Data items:
▬▬▬
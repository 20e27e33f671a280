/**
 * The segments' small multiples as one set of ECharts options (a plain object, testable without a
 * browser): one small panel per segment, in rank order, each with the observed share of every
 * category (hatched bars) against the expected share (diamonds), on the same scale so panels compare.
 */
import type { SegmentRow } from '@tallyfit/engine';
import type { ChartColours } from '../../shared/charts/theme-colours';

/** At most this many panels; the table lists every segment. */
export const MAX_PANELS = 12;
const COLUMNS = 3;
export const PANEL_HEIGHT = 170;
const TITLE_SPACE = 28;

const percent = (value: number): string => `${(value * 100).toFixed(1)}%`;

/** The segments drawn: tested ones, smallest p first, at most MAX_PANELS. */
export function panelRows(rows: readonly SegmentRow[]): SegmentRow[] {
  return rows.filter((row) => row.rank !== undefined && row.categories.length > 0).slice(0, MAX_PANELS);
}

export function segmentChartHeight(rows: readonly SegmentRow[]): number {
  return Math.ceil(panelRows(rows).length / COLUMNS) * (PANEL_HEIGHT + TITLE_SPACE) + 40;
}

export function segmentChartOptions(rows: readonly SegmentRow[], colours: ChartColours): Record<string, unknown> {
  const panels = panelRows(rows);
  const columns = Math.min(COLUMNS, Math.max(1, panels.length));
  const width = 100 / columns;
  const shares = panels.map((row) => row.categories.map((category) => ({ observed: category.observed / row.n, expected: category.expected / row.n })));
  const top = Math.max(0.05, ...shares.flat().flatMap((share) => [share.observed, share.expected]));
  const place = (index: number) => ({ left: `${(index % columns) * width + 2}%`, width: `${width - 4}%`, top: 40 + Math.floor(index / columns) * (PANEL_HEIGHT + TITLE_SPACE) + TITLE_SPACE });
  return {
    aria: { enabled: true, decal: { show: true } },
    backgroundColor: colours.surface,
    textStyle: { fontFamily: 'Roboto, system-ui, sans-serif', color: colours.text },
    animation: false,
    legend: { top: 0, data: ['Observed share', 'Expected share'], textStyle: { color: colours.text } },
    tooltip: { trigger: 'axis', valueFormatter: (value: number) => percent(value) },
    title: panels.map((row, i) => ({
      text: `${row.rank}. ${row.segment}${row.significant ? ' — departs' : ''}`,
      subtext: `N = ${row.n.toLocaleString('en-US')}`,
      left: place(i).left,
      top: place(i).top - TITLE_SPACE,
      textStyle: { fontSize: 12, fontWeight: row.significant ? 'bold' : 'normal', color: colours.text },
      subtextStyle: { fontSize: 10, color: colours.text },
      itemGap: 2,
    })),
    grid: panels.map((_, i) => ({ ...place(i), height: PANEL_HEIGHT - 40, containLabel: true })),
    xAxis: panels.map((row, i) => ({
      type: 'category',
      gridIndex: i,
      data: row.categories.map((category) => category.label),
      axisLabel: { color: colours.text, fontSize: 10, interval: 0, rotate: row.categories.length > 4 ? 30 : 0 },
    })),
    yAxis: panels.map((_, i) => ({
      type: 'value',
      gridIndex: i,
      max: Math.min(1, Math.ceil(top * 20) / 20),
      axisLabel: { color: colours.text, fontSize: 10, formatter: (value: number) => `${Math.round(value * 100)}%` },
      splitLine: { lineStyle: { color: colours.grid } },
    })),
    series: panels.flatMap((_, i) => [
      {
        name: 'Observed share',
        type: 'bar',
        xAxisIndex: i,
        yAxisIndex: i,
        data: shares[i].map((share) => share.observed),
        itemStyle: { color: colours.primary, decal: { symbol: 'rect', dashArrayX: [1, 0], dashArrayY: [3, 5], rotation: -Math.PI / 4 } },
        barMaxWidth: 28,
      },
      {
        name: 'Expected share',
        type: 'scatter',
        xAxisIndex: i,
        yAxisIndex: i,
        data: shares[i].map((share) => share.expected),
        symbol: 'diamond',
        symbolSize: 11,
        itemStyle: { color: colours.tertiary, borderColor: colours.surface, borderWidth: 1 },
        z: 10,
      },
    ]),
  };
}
▬▬▬
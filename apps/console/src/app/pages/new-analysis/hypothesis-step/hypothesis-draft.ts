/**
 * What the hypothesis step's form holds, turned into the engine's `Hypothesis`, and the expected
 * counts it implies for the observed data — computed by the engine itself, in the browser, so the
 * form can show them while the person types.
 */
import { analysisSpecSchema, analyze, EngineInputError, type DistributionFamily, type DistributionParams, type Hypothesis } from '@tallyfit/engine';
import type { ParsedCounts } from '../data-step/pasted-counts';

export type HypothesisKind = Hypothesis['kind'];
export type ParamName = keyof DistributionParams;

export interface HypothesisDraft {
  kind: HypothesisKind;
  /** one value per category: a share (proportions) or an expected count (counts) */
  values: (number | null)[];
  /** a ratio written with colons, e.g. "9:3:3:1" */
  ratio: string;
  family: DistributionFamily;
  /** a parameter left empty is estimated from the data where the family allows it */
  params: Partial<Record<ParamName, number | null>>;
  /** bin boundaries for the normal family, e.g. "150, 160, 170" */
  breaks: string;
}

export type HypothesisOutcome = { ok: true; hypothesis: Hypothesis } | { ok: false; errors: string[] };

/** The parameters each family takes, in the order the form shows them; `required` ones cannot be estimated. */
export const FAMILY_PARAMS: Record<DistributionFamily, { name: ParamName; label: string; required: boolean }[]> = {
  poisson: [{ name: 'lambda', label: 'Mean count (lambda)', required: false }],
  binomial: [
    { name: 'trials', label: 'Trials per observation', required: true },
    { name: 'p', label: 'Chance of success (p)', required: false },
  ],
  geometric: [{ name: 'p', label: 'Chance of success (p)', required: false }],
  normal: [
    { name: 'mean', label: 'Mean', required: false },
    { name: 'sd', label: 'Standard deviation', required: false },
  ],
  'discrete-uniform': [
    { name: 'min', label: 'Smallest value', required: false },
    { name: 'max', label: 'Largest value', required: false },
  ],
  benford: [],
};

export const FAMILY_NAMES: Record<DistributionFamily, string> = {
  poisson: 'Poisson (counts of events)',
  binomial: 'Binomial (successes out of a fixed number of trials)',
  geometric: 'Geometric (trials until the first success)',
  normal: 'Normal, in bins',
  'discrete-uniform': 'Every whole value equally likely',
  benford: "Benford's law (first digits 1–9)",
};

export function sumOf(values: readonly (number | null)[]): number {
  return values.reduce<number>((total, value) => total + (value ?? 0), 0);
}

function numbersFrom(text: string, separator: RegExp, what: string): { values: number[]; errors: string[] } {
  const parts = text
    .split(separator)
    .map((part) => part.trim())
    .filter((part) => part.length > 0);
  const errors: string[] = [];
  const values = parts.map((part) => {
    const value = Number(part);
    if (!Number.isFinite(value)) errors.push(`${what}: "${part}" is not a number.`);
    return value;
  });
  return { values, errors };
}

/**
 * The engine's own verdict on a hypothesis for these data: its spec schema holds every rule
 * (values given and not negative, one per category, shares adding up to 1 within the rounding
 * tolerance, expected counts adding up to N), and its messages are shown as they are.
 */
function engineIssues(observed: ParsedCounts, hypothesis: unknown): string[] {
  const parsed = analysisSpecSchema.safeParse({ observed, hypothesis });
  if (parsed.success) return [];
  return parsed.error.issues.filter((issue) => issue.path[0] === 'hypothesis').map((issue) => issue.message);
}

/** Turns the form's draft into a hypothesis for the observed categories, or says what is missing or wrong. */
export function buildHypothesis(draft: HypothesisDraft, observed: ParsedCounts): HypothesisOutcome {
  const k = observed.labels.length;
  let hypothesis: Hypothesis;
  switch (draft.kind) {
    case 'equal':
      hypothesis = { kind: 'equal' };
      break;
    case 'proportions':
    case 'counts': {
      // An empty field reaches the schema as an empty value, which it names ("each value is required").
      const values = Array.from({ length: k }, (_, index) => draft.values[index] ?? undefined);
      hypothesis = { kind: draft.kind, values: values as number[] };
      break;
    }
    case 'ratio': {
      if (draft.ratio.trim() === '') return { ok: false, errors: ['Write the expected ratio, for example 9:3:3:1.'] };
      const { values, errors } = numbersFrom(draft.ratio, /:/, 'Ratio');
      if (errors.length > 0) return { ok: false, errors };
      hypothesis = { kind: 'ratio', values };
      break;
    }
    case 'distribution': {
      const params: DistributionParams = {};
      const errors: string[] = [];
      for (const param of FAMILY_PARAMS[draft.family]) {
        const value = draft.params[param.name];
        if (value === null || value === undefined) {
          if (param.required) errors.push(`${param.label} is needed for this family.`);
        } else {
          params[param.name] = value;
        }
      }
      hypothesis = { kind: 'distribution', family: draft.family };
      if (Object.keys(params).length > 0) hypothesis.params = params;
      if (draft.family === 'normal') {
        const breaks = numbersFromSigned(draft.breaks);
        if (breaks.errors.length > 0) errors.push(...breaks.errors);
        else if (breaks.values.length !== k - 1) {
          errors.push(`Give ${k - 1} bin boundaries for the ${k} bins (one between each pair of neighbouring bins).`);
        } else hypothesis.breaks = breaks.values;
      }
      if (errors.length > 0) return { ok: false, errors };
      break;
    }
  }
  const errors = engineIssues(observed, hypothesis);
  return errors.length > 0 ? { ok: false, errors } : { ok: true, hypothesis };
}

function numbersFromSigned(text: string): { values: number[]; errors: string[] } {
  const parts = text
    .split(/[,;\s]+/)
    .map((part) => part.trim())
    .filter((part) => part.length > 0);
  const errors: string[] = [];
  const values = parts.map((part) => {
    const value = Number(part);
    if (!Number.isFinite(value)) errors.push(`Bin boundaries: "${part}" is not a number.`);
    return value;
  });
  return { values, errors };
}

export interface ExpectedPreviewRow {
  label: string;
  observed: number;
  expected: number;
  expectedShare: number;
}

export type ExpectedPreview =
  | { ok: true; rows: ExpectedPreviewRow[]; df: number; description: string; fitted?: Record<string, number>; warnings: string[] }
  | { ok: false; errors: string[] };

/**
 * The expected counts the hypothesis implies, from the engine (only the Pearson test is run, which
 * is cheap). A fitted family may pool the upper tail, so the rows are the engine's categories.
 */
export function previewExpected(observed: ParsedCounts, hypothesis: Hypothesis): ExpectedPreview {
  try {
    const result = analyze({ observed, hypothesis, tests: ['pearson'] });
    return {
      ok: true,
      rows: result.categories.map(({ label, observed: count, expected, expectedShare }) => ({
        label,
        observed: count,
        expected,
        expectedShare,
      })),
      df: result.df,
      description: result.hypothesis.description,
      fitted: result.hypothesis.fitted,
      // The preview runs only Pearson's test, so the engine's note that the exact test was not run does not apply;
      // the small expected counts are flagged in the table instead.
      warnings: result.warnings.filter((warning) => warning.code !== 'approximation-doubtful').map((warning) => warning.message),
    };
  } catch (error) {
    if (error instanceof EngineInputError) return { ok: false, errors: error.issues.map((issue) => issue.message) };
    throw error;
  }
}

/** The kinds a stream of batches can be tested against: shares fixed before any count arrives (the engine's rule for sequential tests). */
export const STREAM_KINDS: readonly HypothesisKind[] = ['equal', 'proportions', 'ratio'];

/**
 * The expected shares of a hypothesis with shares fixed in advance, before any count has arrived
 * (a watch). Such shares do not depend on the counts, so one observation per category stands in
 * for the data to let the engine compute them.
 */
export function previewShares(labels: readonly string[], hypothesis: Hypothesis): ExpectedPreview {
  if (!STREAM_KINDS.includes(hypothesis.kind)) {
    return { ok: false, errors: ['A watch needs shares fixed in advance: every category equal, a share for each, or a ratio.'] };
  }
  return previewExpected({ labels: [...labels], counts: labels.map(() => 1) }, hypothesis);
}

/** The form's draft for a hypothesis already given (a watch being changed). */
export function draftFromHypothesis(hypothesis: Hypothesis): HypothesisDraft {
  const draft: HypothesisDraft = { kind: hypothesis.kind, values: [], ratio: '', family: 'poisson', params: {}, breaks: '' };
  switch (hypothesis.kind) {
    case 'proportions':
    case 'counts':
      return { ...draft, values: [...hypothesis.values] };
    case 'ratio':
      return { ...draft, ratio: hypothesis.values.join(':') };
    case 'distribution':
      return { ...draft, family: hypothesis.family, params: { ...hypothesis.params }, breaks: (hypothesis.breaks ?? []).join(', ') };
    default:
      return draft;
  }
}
▬▬▬
» **Task instructions**
Please report all lines in the entries where "separator" appears.

» **Worked solution**
function numbersFrom(text: string, separator: RegExp, what: string): { values: number[]; errors: string[] } {
    .split(separator)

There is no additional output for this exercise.